#### Problem to solve:
Across all the records, filter for lines with the word "number" and copy them.

#### Data:

▶

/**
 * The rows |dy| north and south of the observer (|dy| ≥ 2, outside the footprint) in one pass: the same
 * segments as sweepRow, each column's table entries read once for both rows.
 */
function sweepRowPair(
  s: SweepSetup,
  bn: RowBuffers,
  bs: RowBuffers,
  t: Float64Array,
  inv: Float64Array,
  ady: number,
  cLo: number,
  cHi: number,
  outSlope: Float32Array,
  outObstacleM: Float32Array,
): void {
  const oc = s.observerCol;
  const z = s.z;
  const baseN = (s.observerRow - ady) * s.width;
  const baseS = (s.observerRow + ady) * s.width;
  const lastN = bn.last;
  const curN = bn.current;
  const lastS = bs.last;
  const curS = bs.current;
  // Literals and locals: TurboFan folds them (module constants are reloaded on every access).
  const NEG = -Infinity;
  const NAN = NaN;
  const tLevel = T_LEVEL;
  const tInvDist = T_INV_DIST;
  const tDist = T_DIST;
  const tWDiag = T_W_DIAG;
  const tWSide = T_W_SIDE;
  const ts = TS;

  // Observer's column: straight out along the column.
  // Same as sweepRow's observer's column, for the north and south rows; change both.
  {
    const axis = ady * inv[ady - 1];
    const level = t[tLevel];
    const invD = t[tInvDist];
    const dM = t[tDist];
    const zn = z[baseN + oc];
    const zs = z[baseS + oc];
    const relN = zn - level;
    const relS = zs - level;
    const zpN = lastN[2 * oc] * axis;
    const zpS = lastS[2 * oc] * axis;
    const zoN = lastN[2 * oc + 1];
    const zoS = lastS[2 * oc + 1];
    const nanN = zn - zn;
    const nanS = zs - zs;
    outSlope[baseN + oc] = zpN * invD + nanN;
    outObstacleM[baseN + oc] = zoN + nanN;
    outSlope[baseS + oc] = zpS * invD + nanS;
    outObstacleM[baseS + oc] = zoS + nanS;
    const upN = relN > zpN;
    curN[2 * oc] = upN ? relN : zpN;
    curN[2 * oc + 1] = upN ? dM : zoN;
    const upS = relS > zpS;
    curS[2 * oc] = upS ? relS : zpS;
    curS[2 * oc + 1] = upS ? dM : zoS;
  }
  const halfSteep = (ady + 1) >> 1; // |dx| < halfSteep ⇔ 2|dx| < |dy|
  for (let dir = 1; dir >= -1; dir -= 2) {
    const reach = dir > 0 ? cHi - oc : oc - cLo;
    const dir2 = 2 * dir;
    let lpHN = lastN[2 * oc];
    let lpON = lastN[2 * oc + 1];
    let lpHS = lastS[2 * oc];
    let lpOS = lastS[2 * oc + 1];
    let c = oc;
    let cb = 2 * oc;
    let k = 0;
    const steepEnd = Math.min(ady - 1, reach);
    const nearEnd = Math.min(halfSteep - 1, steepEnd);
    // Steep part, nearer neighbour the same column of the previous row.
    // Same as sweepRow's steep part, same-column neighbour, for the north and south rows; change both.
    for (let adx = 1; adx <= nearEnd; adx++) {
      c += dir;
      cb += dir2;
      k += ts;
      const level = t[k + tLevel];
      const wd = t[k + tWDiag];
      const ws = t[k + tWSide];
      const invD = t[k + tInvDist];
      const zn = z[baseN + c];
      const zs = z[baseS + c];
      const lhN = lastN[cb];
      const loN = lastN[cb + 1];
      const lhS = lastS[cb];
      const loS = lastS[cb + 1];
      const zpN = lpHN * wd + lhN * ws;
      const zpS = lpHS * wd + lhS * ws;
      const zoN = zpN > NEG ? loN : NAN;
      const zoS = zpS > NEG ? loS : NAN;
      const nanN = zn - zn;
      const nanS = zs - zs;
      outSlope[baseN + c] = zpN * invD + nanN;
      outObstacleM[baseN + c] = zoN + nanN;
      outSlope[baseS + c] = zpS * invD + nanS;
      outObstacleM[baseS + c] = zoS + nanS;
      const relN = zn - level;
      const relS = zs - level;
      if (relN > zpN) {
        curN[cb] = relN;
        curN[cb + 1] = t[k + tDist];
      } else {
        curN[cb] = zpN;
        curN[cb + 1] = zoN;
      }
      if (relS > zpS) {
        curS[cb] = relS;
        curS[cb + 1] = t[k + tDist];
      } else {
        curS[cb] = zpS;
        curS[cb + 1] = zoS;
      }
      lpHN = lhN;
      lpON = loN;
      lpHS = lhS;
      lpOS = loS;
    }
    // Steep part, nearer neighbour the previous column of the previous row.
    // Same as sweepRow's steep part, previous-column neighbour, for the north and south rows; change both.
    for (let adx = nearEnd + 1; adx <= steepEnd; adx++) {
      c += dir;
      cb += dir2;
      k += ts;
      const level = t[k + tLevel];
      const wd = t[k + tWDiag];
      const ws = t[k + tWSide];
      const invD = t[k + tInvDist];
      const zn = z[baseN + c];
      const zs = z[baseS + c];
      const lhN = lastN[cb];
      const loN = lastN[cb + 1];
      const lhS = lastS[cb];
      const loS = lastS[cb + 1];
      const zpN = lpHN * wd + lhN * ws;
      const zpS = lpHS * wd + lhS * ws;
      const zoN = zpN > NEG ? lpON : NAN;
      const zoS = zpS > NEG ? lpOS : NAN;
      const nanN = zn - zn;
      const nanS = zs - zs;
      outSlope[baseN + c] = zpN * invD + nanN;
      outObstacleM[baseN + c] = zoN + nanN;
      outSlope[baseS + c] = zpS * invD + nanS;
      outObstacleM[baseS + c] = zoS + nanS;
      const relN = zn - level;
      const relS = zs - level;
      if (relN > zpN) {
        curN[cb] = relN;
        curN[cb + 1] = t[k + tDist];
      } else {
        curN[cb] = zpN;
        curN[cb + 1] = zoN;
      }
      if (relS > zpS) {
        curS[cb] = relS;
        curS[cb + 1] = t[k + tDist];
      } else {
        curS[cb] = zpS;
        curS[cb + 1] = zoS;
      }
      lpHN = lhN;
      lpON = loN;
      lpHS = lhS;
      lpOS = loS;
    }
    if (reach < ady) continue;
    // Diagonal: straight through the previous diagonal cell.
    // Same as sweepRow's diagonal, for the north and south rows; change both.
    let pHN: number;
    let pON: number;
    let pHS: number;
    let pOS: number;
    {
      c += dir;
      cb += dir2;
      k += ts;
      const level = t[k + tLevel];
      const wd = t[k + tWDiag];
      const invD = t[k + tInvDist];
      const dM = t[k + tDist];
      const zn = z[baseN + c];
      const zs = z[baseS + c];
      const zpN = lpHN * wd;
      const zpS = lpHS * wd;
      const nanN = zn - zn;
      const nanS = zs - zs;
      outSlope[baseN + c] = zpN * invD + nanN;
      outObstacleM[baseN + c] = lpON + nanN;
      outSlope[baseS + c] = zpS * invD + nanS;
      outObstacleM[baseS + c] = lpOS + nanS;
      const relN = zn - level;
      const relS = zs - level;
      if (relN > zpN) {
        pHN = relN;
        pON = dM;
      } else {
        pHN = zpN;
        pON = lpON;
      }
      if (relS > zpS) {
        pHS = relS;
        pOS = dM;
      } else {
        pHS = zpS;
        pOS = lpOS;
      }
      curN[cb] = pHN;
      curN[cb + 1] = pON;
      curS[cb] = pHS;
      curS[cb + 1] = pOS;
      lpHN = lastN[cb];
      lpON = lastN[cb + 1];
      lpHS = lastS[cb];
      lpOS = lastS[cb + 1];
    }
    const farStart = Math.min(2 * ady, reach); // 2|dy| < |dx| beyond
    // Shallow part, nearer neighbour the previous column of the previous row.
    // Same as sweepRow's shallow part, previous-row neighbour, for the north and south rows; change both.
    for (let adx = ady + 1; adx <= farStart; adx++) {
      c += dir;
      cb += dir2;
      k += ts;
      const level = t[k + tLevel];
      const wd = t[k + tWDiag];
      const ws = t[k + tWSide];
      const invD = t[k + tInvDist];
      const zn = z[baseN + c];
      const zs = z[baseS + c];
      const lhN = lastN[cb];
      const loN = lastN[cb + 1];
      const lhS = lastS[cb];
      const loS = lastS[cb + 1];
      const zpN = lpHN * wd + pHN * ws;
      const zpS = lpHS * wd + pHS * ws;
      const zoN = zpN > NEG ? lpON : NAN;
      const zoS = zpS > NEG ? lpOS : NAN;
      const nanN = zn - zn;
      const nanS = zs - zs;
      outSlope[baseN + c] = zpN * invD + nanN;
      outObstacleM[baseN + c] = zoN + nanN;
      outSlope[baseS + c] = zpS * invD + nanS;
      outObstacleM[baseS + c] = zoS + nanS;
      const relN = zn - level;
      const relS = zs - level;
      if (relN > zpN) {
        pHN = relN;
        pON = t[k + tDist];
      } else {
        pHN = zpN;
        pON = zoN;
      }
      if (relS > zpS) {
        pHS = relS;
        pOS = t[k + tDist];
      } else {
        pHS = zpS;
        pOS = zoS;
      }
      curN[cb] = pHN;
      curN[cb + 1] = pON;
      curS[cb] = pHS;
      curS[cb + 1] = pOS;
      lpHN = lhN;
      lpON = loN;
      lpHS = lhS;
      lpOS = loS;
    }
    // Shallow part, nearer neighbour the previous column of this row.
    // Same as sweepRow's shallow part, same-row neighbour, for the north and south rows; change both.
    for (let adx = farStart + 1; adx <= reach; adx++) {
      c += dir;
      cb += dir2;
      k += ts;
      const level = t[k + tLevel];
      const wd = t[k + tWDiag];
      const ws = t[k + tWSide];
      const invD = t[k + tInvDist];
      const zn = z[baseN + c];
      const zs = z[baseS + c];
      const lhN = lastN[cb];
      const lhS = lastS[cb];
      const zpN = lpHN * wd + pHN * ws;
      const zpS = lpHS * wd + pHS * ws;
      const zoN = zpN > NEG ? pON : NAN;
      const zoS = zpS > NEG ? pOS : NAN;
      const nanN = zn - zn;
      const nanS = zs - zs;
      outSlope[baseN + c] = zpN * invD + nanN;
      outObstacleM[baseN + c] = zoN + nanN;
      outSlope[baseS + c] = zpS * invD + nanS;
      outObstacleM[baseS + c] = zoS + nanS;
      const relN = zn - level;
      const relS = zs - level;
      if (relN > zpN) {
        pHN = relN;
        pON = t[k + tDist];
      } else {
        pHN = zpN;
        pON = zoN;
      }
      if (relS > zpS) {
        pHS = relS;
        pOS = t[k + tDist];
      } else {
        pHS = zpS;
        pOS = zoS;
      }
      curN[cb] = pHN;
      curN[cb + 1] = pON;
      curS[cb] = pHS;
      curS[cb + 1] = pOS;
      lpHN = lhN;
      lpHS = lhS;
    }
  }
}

◀

#### Exercise solution:
  ady: number,
  cLo: number,
  cHi: number,
    let pHN: number;
    let pON: number;
    let pHS: number;
    let pOS: number;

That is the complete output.